# Manipulations with .log files using Pandas library


In [12]:
import pandas as pd
import logging

To start, let's read .log file and parse it using pandas into a convenient table, and print out top 5 elements of the table using method .head()


In [13]:
NAME_OF_FILE = ""

In [14]:
def get_table_of_all_lines(file_name=NAME_OF_FILE):
    # Create a dataframe object and collect data from the log file
    data_lines = []
    with open(file_name, "r") as file:
        for line in file:
            data_lines.append(line.strip())

    return pd.DataFrame(data_lines, columns=["message"])

In [15]:
ORIGINAL_TABLE = get_table_of_all_lines()

top_5_elements = ORIGINAL_TABLE.head()
# print(top_5_elements)

However, we have a specific log formatting in the source code:


In [16]:
logging.basicConfig(
    format="%(asctime)s - %(levelname)s - %(message)s",
)

So in this case, our log convention is going to be

**time - level - message**

and we need a table, with these three columns. Let's make such a table.

Note:

- a line of the unknown format joins to the previous log-lines `"message"`.

- 'time' column elements become actual `datetime` objects


In [17]:
def get_table_of_logs(file_name=NAME_OF_FILE):
    data_lines = []
    split_sign = " - "
    how_many_columns = 3
    with open(file_name, "r") as file:
        for line in file:
            try:
                time, level, message = line.strip().split(split_sign, how_many_columns-1) # because start counting from 0
                data_lines.append({"time": time, "level": level, "message": message})
            except ValueError as e:
                # lines that do not fit our convention are joined with the last conventional log message we had
                data_lines[-1]["message"] += f"\n{line.strip()}"
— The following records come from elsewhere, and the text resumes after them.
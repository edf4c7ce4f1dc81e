/* parse.c — the parse driver: keywords, the lexer wrapper that keeps blocks
 * from swallowing the rest of a file, and the wording of syntax errors. */
#include "config.h"

#include "front/parse.h"
#include "front/suggest.h"
#include "cairn/util.h"

#include "recipe.tab.h"
#define YYSTYPE RECIPE_YYSTYPE
#define YYLTYPE diag_span
#include "recipe.lex.h"

#include <stdarg.h>
#include <stdlib.h>
#include <string.h>

typedef struct keyword {
  const char *word;
  int kind;
} keyword;

/* ORDER KEYWORDS: the %token list of grammar/recipe.y.  Units and functions
 * are keywords too, so that `0 r` and `r (1)` stay two coordinates. */
static const keyword keywords[] = {
    {"cairn", CAIRN},         {"let", LET},
    {"vary", VARY},           {"from", FROM},
    {"to", TO},               {"step", STEP},
    {"atoms", ATOMS},         {"charge", CHARGE},
    {"multiplicity", MULTIPLICITY}, {"basis", BASIS},
    {"integrals", INTEGRALS}, {"orbitals", ORBITALS},
    {"freeze", FREEZE},       {"core", CORE},
    {"active", ACTIVE},       {"electrons", ELECTRONS},
    {"in", IN},               {"encoding", ENCODING},
    {"reference", REFERENCE}, {"bits", BITS},
    {"keep", KEEP},           {"exactly", EXACTLY},
    {"penalty", PENALTY},     {"checked", CHECKED},
    {"pool", POOL},           {"word", WORD},
    {"excite", EXCITE},       {"choose", CHOOSE},
    {"by", BY},               {"gradient", GRADIENT},
    {"above", ABOVE},         {"all", ALL},
    {"grow", GROW},           {"until", UNTIL},
    {"order", ORDER},         {"as", AS},
    {"written", WRITTEN},     {"rank", RANK},
    {"trotter", TROTTER},     {"optimize", OPTIMIZE},
    {"emit", EMIT},           {"use", USE},
    {"angstrom", UNIT},       {"bohr", UNIT},
    {"deg", UNIT},            {"rad", UNIT},
    {"sin", FUNC},            {"cos", FUNC},
    {"tan", FUNC},            {"sqrt", FUNC},
    {"exp", FUNC},            {"log", FUNC},
};
enum { NKEYWORDS = (int)(sizeof keywords / sizeof keywords[0]) };

/* The words that begin a statement, for messages and suggestions. */
static const char *const statement_words[] = {
    "cairn",     "let",  "vary",   "atoms", "charge", "multiplicity", "basis",
    "integrals", "orbitals", "encoding", "reference", "keep", "pool", "choose",
    "grow",      "order", "trotter", "optimize", "emit", "use"};
enum { NSTATEMENT_WORDS = (int)(sizeof statement_words / sizeof statement_words[0]) };

int front_keyword(const char *s, size_t len) {
  for (int i = 0; i < NKEYWORDS; i++)
    if (strlen(keywords[i].word) == len && memcmp(keywords[i].word, s, len) == 0) return keywords[i].kind;
  return 0;
}

static int is_statement_kind(int k) {
  switch (k) {
  case CAIRN: case LET: case VARY: case ATOMS: case CHARGE: case MULTIPLICITY: case BASIS:
  case INTEGRALS: case ORBITALS: case ENCODING: case REFERENCE: case KEEP: case POOL:
  case CHOOSE: case GROW: case ORDER: case TROTTER: case OPTIMIZE: case EMIT: case USE:
    return 1;
  default:
    return 0;
  }
}

static void front_missing_open(front_parser *p, diag_span at);

static int is_block_kind(int k) { return k == ATOMS || k == POOL || k == ORBITALS; }

static int line_of(const front_parser *p, diag_span s) {
  int line, col;
  diag_line_col(p->d, s.file, s.start, &line, &col);
  return line;
}

/* One message per line: later errors on a line that already has one are
 * almost always consequences of the first. */
static int claim_line(front_parser *p, diag_span s) {
  int line = line_of(p, s);
  if (line == p->last_error_line) return 0;
  p->last_error_line = line;
  return 1;
}

static void count_error(front_parser *p) { p->out->errors++; }

void front_comment(front_parser *p, diag_span s) {
  ast_file *f = p->out;
  UTIL_GROW(f->comments, f->capcomments, (size_t)f->ncomments + 1);
  f->comments[f->ncomments++] = s;
}

void front_lex_error(front_parser *p, diag_span s, const char *help, const char *fmt, ...) {
  if (!claim_line(p, s)) return;
  count_error(p);
  va_list ap;
  va_start(ap, fmt);
  diag_vreport(p->d, DIAG_ERROR, s, fmt, ap);
  va_end(ap);
  if (help) diag_help(p->d, "%s", help);
}

void front_bad_number(front_parser *p, diag_span s, const char *text, size_t len) {
  static const char *const units[] = {"angstrom", "bohr", "deg", "rad"};
  const char *help = NULL;
  for (int i = 0; i < 4; i++) {
    size_t n = strlen(units[i]);
    if (len > n && memcmp(text + len - n, units[i], n) == 0) help = "put a space between a number and its unit: `0.96 angstrom`, `104.5 deg`";
  }
  if (!help && memchr(text, '.', len) && strstr(text, "..") == NULL)
    help = "a number has at most one decimal point, like `0.96` or `1.5e-3`";
  front_lex_error(p, s, help, "bad number `%.*s`", (int)len, text);
}

/* Queue a token for the wrapper to return before scanning further. */
static void push(front_parser *p, int kind, diag_span loc) {
  p->queue[p->nqueue].kind = kind;
  p->queue[p->nqueue].loc = loc;
  p->queue[p->nqueue].flag = 0;
  p->nqueue++;
}

static const char *block_name(int k) {
  return k == ATOMS ? "atoms" : k == POOL ? "pool" : "orbitals";
}

/* The lexer the parser calls.  Besides passing tokens through it keeps track
 * of blocks: when a line inside a block begins with a statement keyword (or
 * the file ends), the block's `}` is missing; the wrapper reports that once
 * and supplies `}` and a newline, so the rest of the file parses as written.
 * A `}` after an item on the same line gets a newline before it. */
int recipe_yylex(RECIPE_YYSTYPE *lval, diag_span *lloc, front_parser *p) {
  if (p->qhead < p->nqueue) {
    front_tok *t = &p->queue[p->qhead++];
    if (p->qhead == p->nqueue) p->qhead = p->nqueue = 0;
    *lloc = t->loc;
    lval->flag = t->flag;
    p->line_start = t->kind == NL;
    if (t->kind == RBRACE) p->in_block = 0, p->block_kw = 0;
    return t->kind;
  }
  RECIPE_YYSTYPE v;
  memset(&v, 0, sizeof v);
  diag_span loc;
  int k = recipe_lxlex(&v, &loc, p->scanner);
  *lval = v;
  *lloc = loc;

  if (p->in_block && ((p->line_start && is_statement_kind(k)) || k == 0)) {
    diag_span at = {loc.file, loc.start, loc.start};
    if (!p->block_noopen) {
      if (claim_line(p, k == 0 ? p->block_open : loc)) {
        count_error(p);
        if (k == 0)
          diag_report(p->d, DIAG_ERROR, p->block_open, "this `%s` block is never closed", block_name(p->block_kw));
        else {
          diag_report(p->d, DIAG_ERROR, loc, "expected `}` to close the `%s` block before this statement",
                      block_name(p->block_kw));
          diag_note(p->d, p->block_open, "the block opens here");
        }
        diag_help(p->d, "end the block with `}` on a line of its own");
      }
    }
    p->in_block = 0;
    p->block_kw = 0;
    push(p, NL, at);
    push(p, k, loc);
    p->queue[1].flag = v.flag;
    p->qhead = 0;
    lval->flag = 0;
    *lloc = at;
    p->line_start = 0;
    return RBRACE;
  }
  if (k == RBRACE && p->in_block && !p->line_start) {
    if (claim_line(p, loc)) {
      count_error(p);
      diag_report(p->d, DIAG_ERROR, loc, "`}` must be on a line of its own");
      diag_help(p->d, "a block holds one item per line; move `}` to the next line");
    }
    diag_span at = {loc.file, loc.start, loc.start};
    push(p, RBRACE, loc);
    *lloc = at;
    p->line_start = 1;
    return NL;
  }

  if (p->line_start && is_block_kind(k) && !p->in_block) {
    p->block_kw = k;
    p->block_kw_span = loc;
    p->line_has_open = 0;
  }
  if (k == LBRACE && !p->in_block && p->block_kw) {
    p->in_block = 1;
    p->block_noopen = 0;
    p->block_open = loc;
    p->line_has_open = 1;
  } else if (k == RBRACE && p->in_block) {
    p->in_block = 0;
    p->block_kw = 0;
  } else if (k == NL && p->block_kw && !p->in_block && !p->line_has_open) {
    /* the grammar reads a block without `{`: say so once */
    front_missing_open(p, loc);
    p->in_block = 1;
    p->block_noopen = 1;
    p->block_open = p->block_kw_span;
  }
  if (k == NL) {
    p->line_has_open = 0;
    if (!p->in_block) p->block_kw = 0;
  }
  p->line_start = k == NL;
  return k;
}

static void front_missing_open(front_parser *p, diag_span at) {
  if (!claim_line(p, at)) return;
  count_error(p);
  const char *what = p->block_kw ? block_name(p->block_kw) : "block";
  diag_report(p->d, DIAG_ERROR, at, "expected `{` after `%s`", what);
  diag_help(p->d, "a block opens with `{` at the end of its first line: `%s {`", what);
}

void front_parse_failure(front_parser *p, diag_span at, const char *msg) {
  count_error(p);
  diag_report(p->d, DIAG_ERROR, at, "cannot read the recipe: %s", msg);
  diag_help(p->d, "expressions this deep are not supported; split them with `let`");
}

static int has(int n, const char *const *names, const char *w) {
  for (int i = 0; i < n; i++)
    if (strcmp(names[i], w) == 0) return 1;
  return 0;
}

/* How to call the token at `at` in a message. */
static void describe(front_parser *p, diag_span at, const char *name, util_buf *b) {
  size_t len;
  const char *t = ast_text(p->d, at, &len);
  if (strcmp(name, "end of line") == 0 && len == 0) util_buf_printf(b, "end of file");
  else if (strcmp(name, "end of line") == 0 || strcmp(name, "end of file") == 0) util_buf_printf(b, "%s", name);
  else if (strcmp(name, "number") == 0) util_buf_printf(b, "number `%.*s`", (int)len, t);
  else if (strcmp(name, "string") == 0) util_buf_printf(b, "string %.*s", (int)(len > 40 ? 40 : len), t);
  else if (len > 0 && len <= 40) util_buf_printf(b, "`%.*s`", (int)len, t);
  else util_buf_printf(b, "%s", name);
}

void front_syntax_error(front_parser *p, diag_span at, const char *unexpected, int nexpected,
                        const char *const *expected) {
  if (!claim_line(p, at)) return;
  count_error(p);
  util_buf what = {0};
  describe(p, at, unexpected, &what);
  size_t len;
  const char *text = ast_text(p->d, at, &len);
  int is_name = strcmp(unexpected, "name") == 0;

  /* A statement was expected. */
  if (has(nexpected, expected, "`let`")) {
    if (is_name) {
      diag_report(p->d, DIAG_ERROR, at, "unknown statement `%.*s`", (int)len, text);
      const char *s = front_suggest(text, len, statement_words, NSTATEMENT_WORDS);
      if (s) diag_help(p->d, "did you mean `%s`?", s);
      else
        diag_help(p->d, "a statement starts with a keyword: let, vary, atoms, basis, orbitals, encoding, "
                        "reference, keep, pool, choose, order, optimize, emit, use, ...");
    } else if (strcmp(unexpected, "`}`") == 0) {
      diag_report(p->d, DIAG_ERROR, at, "unexpected `}`: no block is open here");
    } else {
      diag_report(p->d, DIAG_ERROR, at, "unexpected %s; expected a statement", what.s);
    }
    util_buf_free(&what);
    return;
  }

  /* Collapse the expected tokens into phrases. */
  util_buf list = {0};
  const char *items[90];
  int nitems = 0;
  int value = has(nexpected, expected, "number") && has(nexpected, expected, "sign");
  int in_block = has(nexpected, expected, "`}`");
  if (value) items[nitems++] = "a value";
  for (int i = 0; i < nexpected && nitems < 88; i++) {
    const char *e = expected[i];
    if (value && (!strcmp(e, "number") || !strcmp(e, "name") || !strcmp(e, "sign") || !strcmp(e, "`(`") ||
                  !strcmp(e, "function")))
      continue;
    if (!strcmp(e, "error")) continue;
    if (in_block && !strcmp(e, "end of line")) continue; /* a blank line: not worth saying */
    if (!strcmp(e, "name")) e = "a name";
    else if (!strcmp(e, "number")) e = "a number";
    else if (!strcmp(e, "string")) e = "a string";
    else if (!strcmp(e, "unit") && nexpected > 1) continue; /* an optional suffix */
    else if (!strcmp(e, "unit")) e = "a unit";
    else if (!strcmp(e, "bit string")) e = "a bit string";
    else if (!strcmp(e, "basis set name")) e = "a basis set name";
    else if (!strcmp(e, "`+`") || !strcmp(e, "`-`") || !strcmp(e, "`*`") || !strcmp(e, "`/`") ||
             !strcmp(e, "`^`"))
      continue; /* operators: never the point of the message */
    items[nitems++] = e;
  }
  for (int i = 0; i < nitems; i++) {
    if (i > 0) util_buf_printf(&list, i == nitems - 1 ? " or " : ", ");
    util_buf_printf(&list, "%s", items[i]);
  }
  if (nitems > 0) diag_report(p->d, DIAG_ERROR, at, "unexpected %s; expected %s", what.s, list.s);
  else diag_report(p->d, DIAG_ERROR, at, "unexpected %s", what.s);

  /* Hints for the common cases. */
  if (is_name) {
    const char *kw[90];
    int nkw = 0;
    char words[90][32];
    for (int i = 0; i < nexpected && nkw < 88; i++) {
      size_t l = strlen(expected[i]);
      if (l > 2 && l < 32 && expected[i][0] == '`' && expected[i][l - 1] == '`') {
        memcpy(words[nkw], expected[i] + 1, l - 2);
        words[nkw][l - 2] = 0;
        kw[nkw] = words[nkw];
        nkw++;
      }
    }
    const char *s = front_suggest(text, len, kw, nkw);
    if (s) diag_help(p->d, "did you mean `%s`?", s);
  }
  if (strcmp(unexpected, "sign") == 0 && has(nexpected, expected, "end of line"))
    diag_help(p->d, "after a space, a sign that touches what follows starts a new value (`0 -1` is two "
                    "numbers); to subtract, put spaces on both sides: `a - 1`");
  else if (p->in_block && p->block_kw == ATOMS && (value || has(nexpected, expected, "end of line")))
    diag_help(p->d, "an atom line is an element symbol and three coordinates: `H  0  0  0.74`");
  util_buf_free(&what);
  util_buf_free(&list);
}

static void parser_init(front_parser *p, diag_ctx *d, int32_t file) {
  memset(p, 0, sizeof *p);
  p->d = d;
  p->file = file;
  p->text = diag_file_text(d, file, &p->len);
  p->out = xcalloc(1, sizeof *p->out);
  p->out->file = file;
  p->line_start = 1;
  p->last_error_line = -1;
}

/* A parser over the registered text `file` with its reentrant scanner
 * (recipe_lxlex_destroy(p->scanner) when done). */
static void parser_open(front_parser *p, diag_ctx *d, int32_t file) {
  parser_init(p, d, file);
  yyscan_t scanner;
  recipe_lxlex_init_extra(p, &scanner);
  p->scanner = scanner;
  recipe_lx_scan_bytes(p->text, (int)p->len, scanner);
}

int front_tokens(diag_ctx *d, int32_t file, front_tok *out, int max) {
  front_parser p;
  parser_open(&p, d, file);
  yyscan_t scanner = p.scanner;
  int n = 0;
  for (;;) {
    RECIPE_YYSTYPE v;
    memset(&v, 0, sizeof v);
    diag_span loc;
    int k = recipe_yylex(&v, &loc, &p);
    if (n < max) out[n] = (front_tok){k, loc, v.flag};
    n++;
    if (k == 0) break;
  }
  recipe_lxlex_destroy(scanner);
  ast_file_free(p.out);
  return n;
}

ast_file *front_parse(diag_ctx *d, int32_t file) {
  front_parser p;
  parser_open(&p, d, file);
  recipe_yyparse(&p);
  recipe_lxlex_destroy(p.scanner);
  return p.out;
}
    result = pd.DataFrame(data_lines)
    # parse time
    result["time"] = pd.to_datetime(result["time"], format="mixed")
    return result

In [18]:
LOGS_TABLE = get_table_of_logs()


top_5_elements = LOGS_TABLE.head()
# print(top_5_elements)

Now when we have a table, let's manipulate it in some way.

### Create a separate table

In [19]:
ERRORS_TABLE = LOGS_TABLE[LOGS_TABLE["level"] == "ERROR"]

top_5_elements = ERRORS_TABLE.head()
# print(top_5_elements)

sizes_of_the_error_table = ERRORS_TABLE.shape
# print(f"The number of rows: {sizes_of_the_error_table[0]}")
# print(f"The number of columns: {sizes_of_the_error_table[1]}")

The number of rows is the amount of errors.

### Count many stuff

In [20]:
# Count of unique error messages
unique_error_count = ERRORS_TABLE["message"].nunique()

# Count of all error messages (including duplicates)
all_error_count = sizes_of_the_error_table[0]  # number of ERRORS_TABLE rows

# For a detailed count of each unique error message
error_message_counts = ERRORS_TABLE["message"].value_counts() # it's a table unique_message - how_many

# print("Unique error messages count:", unique_error_count)
# print("Total error messages count:", all_error_count)
# print("\nCounts of each unique error message:\n", error_message_counts)

In [21]:
# Count of errors containing the word 'pending' in the message
pending_error_count = ERRORS_TABLE[
    ERRORS_TABLE["message"].str.contains("pending")
].shape[0]

# print("\nCounts of error messages that have word 'pending' in it :\n", pending_error_count)
first_error_time = ERRORS_TABLE["time"].iloc[0]
last_error_time = ERRORS_TABLE["time"].iloc[-1]

# print(f"The first error occurred at: {firt_error_time}")
# print(f"The last error occurred at: {last_error_time}")

Knowing how to count elements of the table, or to filter a table with respect to some criteria, you can create any statistics report you want.

### Let's save results

In [22]:
# Save the counts
my_statistics = {
    "log file name": NAME_OF_FILE,
    "first error time": first_error_time,
    "last error date": last_error_time,
    "unique error messages": unique_error_count,
    "total error messages": all_error_count,
    "pending error messages": pending_error_count,
}


def save_statistics(my_statistics=my_statistics):
    column1 = my_statistics.keys()
    column2 = my_statistics.values()

    counts_df = pd.DataFrame(data=column2, index=column1)

    counts_df.to_excel("error_counts.xlsx", header=False)


# save_statistics()

You can also save to csv, json, and txt (txt is going to be manually though), and [many other formats](https://pandas.pydata.org/pandas-docs/stable/reference/api/pandas.DataFrame.html).

See documentation of DataFrame object for further details.